Del mismo nombre, y parecida personalidad

Muy buena toda la historia Eric, gracias

Lord Khyron dijo...

como me hubiera gustado conocerte en esa época Eric!!! yo podía viajar y no encontraba a alguien que me haga la gamba para ir a Berlin!!

LGS dijo...

Me da la sensacion o hay gente a la que le encanta reunir personas y ver como la bomba explota?
Tuviste nostalgia por el fernet?

Saludos!

Lucho dijo...

Pedir un fernet en Berlín...

Con la cantidad de cervezas que hay!

Natalia Alabel dijo...

Me gusta Clara. Es rara de una manera linda.

Lin dijo...

Una vez conocí a una persona asi, exactamente así. Me pasaban las mismas cosas, vos pensás en el fernet y ella lo dice.
Nunca jamás pude describirlo en palabras por lo raro que era, pero es exactamente como lo recuerdo.
Clara es una de esas personas que definitivamente está al margen de las cosas.

bel! dijo...

Vengo del blog de Figo donde está amenazando al universo para que las cosas se le den y a vos te favorece, sin amenaza de por medio, en el presente pasado!
Jajaja


Abraxo!

Eric dijo...

Cris: Tal cual, a mí también. Es un nombre pacífico. Casi cristalino, no?

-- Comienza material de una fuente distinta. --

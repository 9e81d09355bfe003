"""The command palette (ctrl+p), guarded against two races in the framework's own palette.

* ``ctrl+p`` then a quick PageDown: the list of commands is filled but not laid
  out yet (no lines, no height), and paging through it raised ``KeyError``
  inside the framework's option list. Paging now waits until the list is laid out.
* ``ctrl+p``, enter, enter: the first enter picks a command and closes the
  palette; the second, already on its way to the palette, closed it again, which
  popped the explorer's own screen (``ScreenStackError``). The palette now
  closes once.

Both ended the explorer with a traceback. The guards use two private methods
of textual's ``CommandPalette`` (textual is pinned to 8.2.x in pyproject.toml);
``tests/app/test_trust.py`` drives both races.
"""

from __future__ import annotations

from textual import on
from textual.await_complete import AwaitComplete
from textual.command import CommandList, CommandPalette
from textual.widgets import Button, Input


class GuardedCommandPalette(CommandPalette):
    """The framework's command palette, closing at most once and paging only a laid-out list."""

    _dismissed_once = False

    def dismiss(self, result=None) -> AwaitComplete:
        if self._dismissed_once or not self.is_attached or self.app.screen is not self:
            return AwaitComplete.nothing()
        self._dismissed_once = True
        return super().dismiss(result)

    def _action_command_list(self, action: str) -> None:
        if action in ("page_up", "page_down"):
            listing = self.query_one(CommandList)
            if not listing.option_count or not listing.scrollable_content_region:
                return                                  # not laid out yet: nothing to page through
        super()._action_command_list(action)

    @on(Input.Submitted)
    @on(Button.Pressed)
    def _ignore_once_dismissed_once(self, event: Input.Submitted | Button.Pressed) -> None:
        """A second enter while the first one closes the palette: drop it (it would run the command twice)."""
        if self._dismissed_once:
            event.stop()
            event.prevent_default()                     # the framework's handler (a base class's) is skipped
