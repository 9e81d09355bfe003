"""The explorer's full-speciation actions, kept out of ``tui/app.py`` (a mixin of ExplorerApp).

* ``l``: the species panel by system (each form's share) or as one flat list.
* ``S``: the solids and gases panel in place of the species panel.
* ``P``: precipitation off, all solids, or the solids chosen in the panel (``space`` on a solid).
* ``A``: open the flask to air (CO2 at its air pressure) or close it.
* ``G``: hold any gas at a typed partial pressure (``enter`` on a gas in the panel does the same).

Every change of the mixture goes through ``commit``: one undoable edit, solved off
the UI thread, pinned-comparable and autosaved like any other. The numbers come
from :mod:`chem`; this module only wires keys to edits.
"""

from __future__ import annotations

from typing import TYPE_CHECKING

import chem
from chem import AIR_GAS, AIR_PRESSURE
from tui.formula import shown_name, shown_unit
from tui.widgets.phase_panel import PhasePanel
from tui.widgets.plot_kinds import MIN_HEIGHT
from tui.widgets.readout import CORE_LINES, ReadoutRows, precipitation_label
from tui.widgets.species_table import SpeciesTable

if TYPE_CHECKING:
    from tui.screens.gas_picker import GasChange

#: Heights of the flask-and-readout band (rows, borders included) as ``app.tcss`` sets them, on a
#: short and on a tall terminal; the band grows by the readout's extra lines.
UPPER_ROWS = (7, 12)
#: Rows on screen outside the two bands: the title bar, the notice bar and the key bar.
CHROME_ROWS = 3


class SpeciationActions:
    """Mixed into :class:`tui.app.ExplorerApp` (which provides ``mixture``, ``result``, ``commit`` ...)."""

    _readout_rows: int = CORE_LINES
    _chosen: tuple[str, ...] = ()                       # the last list of solids chosen to form
    _gas_texts: dict[str, str] | None = None            # the last pressure typed for each gas

    # -- the species panel -------------------------------------------------------------------
    def action_species_view(self) -> None:
        table = self.query_one(SpeciesTable)
        table.by_system = not table.by_system

    # -- solids and gases panel ----------------------------------------------------------------
    @property
    def solids_shown(self) -> bool:
        """Whether the solids and gases panel is shown in place of the species panel."""
        return self.screen_stack[0].has_class("-solids")

    def action_solids(self) -> None:
        main = self.screen_stack[0]
        shown = not self.solids_shown
        main.set_class(shown, "-solids")
        panel = self.query_one(PhasePanel)
        if shown:
            panel.focus()
            self.call_after_refresh(panel.redraw)
        elif panel.has_focus:
            from tui.widgets.flask_list import FlaskList

            self.query_one(FlaskList).focus()

    def action_precipitation(self) -> None:
        """Precipitation off -> all solids -> the solids last chosen (if any) -> off."""
        setting = self.mixture.precipitate
        if setting is True:
            new = self._chosen or False
        elif setting:
            self._chosen = tuple(setting)
            new = False
        else:
            new = True
        self.commit(self.mixture.with_precipitate(new), f"precipitation {precipitation_label(new)}")
        self.notify(f"precipitation: {self._precipitation_words(new)}", timeout=3)

    @staticmethod
    def _precipitation_words(setting) -> str:
        if setting is True:
            return "every supersaturated solid may form"
        if not setting:
            return "off (saturation indices only)"
        return "only " + ", ".join(setting) + " may form"

    def on_phase_panel_toggle_solid(self, message: PhasePanel.ToggleSolid) -> None:
        if self.result is None:
            return
        name = message.name
        setting = self.mixture.precipitate
        candidates = [so.name for so in self.result.solids]
        if setting is True:
            allowed = set(candidates) - {name}
        elif not setting:
            allowed = {name}
        else:
            allowed = set(setting) ^ {name}
        others = [n for n in (setting if isinstance(setting, tuple) else ()) if n not in candidates]
        chosen = tuple(n for n in [*candidates, *others] if n in allowed)
        if chosen:
            self._chosen = chosen
        may = name in allowed
        self.commit(self.mixture.with_precipitate(chosen or False), f"{name} {'may' if may else 'may not'} form")

    # -- gases ----------------------------------------------------------------------------------
    def _pressure_text(self, name: str) -> str | None:
        texts = self._gas_texts or {}
        return texts.get(name, AIR_PRESSURE if name == AIR_GAS else None)

    def _hold(self, fixed: chem.FixedGas, what: str) -> None:
        self._gas_texts = {**(self._gas_texts or {}), fixed.gas.name: fixed.label}
        self.commit(self.mixture.with_gas(fixed), what)

    def _gas(self, name: str) -> chem.Gas:
        own = {g.name: g for g in self.mixture.custom_gases}
        return own[name] if name in own else self.library.gas(name)

    def action_air(self) -> None:
        """Open the flask to air (hold CO2 at its air pressure), or close it (release CO2)."""
        if any(f.gas.name == AIR_GAS for f in self.mixture.gases):
            self.commit(self.mixture.without_gas(AIR_GAS), "close the flask to air")
            self.notify(f"closed: {shown_name(AIR_GAS, self._utf8)} is no longer held", timeout=3)
            return
        text = self._pressure_text(AIR_GAS) or AIR_PRESSURE
        try:
            fixed = chem.FixedGas(self._gas(AIR_GAS), chem.parse_pressure(text), text)
        except chem.ChemError as exc:
            self.notify(str(exc), title="Not opened to air", severity="warning")
            return
        self._hold(fixed, "open the flask to air")
        self.notify(f"open to air: {shown_name(AIR_GAS, self._utf8)} held at {shown_unit(text, self._utf8)}",
                    timeout=3)

    def action_gas(self, start_with: str | None = None) -> None:
        from tui.screens.gas_picker import GasPicker

        def done(change: GasChange | None) -> None:
            if change is None:
                return
            if change.release is not None:
                self.commit(self.mixture.without_gas(change.release), f"release {change.release}")
            elif change.fixed is not None:
                self._hold(change.fixed, f"hold {change.fixed.gas.name} at {change.fixed.label}")

        self.push_screen(GasPicker(self._all_gases(), self.mixture, self.result, utf8=self._utf8,
                                   start_with=start_with), done)

    def _all_gases(self) -> tuple[chem.Gas, ...]:
        names = {g.name for g in self.library.gases}
        return tuple(self.library.gases) + tuple(g for g in self.mixture.custom_gases if g.name not in names)

    def on_phase_panel_toggle_gas(self, message: PhasePanel.ToggleGas) -> None:
        name = message.name
        if any(f.gas.name == name for f in self.mixture.gases):
            self.commit(self.mixture.without_gas(name), f"release {name}")
            return
        text = self._pressure_text(name)
        if text is None:                                # no pressure known yet: ask for one
            self.action_gas(name)
            return
        try:
            fixed = chem.FixedGas(self._gas(name), chem.parse_pressure(text), text)
        except chem.ChemError as exc:
            self.notify(str(exc), title="Gas not held", severity="warning")
            return
        self._hold(fixed, f"hold {name} at {text}")

    def on_phase_panel_edit_gas(self, message: PhasePanel.EditGas) -> None:
        self.action_gas(message.name)

    # -- room for the readout ------------------------------------------------------------------
    def on_readout_rows(self, message: ReadoutRows) -> None:
        if message.rows != self._readout_rows:
            self._readout_rows = message.rows
            self._fit_upper()

    def _fit_upper(self) -> None:
        """Grow the flask-and-readout band by the readout's extra lines, leaving the chart room to plot."""
        upper = self.query_one("#upper")
        extra = max(self._readout_rows - CORE_LINES, 0)
        if not extra:
            if upper.styles.inline.has_rule("height"):
                upper.styles.height = None              # back to the stylesheet's height
            return
        base = UPPER_ROWS[1] if self.screen_stack[0].has_class("-tall") else UPPER_ROWS[0]
        room = self.size.height - CHROME_ROWS - (MIN_HEIGHT + 2)
        height = max(base, min(base + extra, room))
        if upper.styles.height is None or upper.styles.height.value != height or \
                not upper.styles.inline.has_rule("height"):
            upper.styles.height = height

Paula: Es que vamos despacito porque, como bien decía Hernán (y repitió Clara al menos una vez) soy lento, o era lento, ya ni sé.
Qué bueno que notaste lo de ese roce.
Yo todavía me lo acuerdo.

Figo: Que los alemanes no tengan Fernet, habla a las claras de su sentido del humor. Mucha cerveza, pero ningún ferné.

Diega: Meloso yo? Nah...

Tomás: Vamos carajo!! Así era. Tenía sus cosas, pero siempre cumplía (y dignificaba).

Ezequiel, hermano: Yo pensé exactamente lo mismo cuando la conocí.

Andreievna: Tal cual!!

Minerva: Visto desde el presente, siempre parece que estábamos predestinados, no?

Anónimo: Gracias a vos. Sinceramente, nunca leí a Isabel Allende. Siempre le tuve cierta aprensión, pero ahora me diste curiosidad.

Lord Khyron: Qué pena que hayamos llegado tarde. Yo siempre quise ir a Woodstock y nunca conocí a nadie que quisiera ir :)

LGS: Yo me pregunta lo mismo. Será que es lindo ver la bomba explotar?

Lucho: jajaj uno siempre quiere lo que no tiene!

Natalia: Sí, a mí siempre me atrajeron las raras...

Lin: Y no pasa también que cuando las conocés, parece que las conocés desde siempre?

Bel: Ja! El problema es que cuando me favorecían, yo no me daba ni cuenta...

Lin dijo...

Exacto! tuvimos que empezar una de esas charlas de compromiso que no estan destinadas a durar más de 5 min se terminó transformando en una charla de horas ininterrumpidas.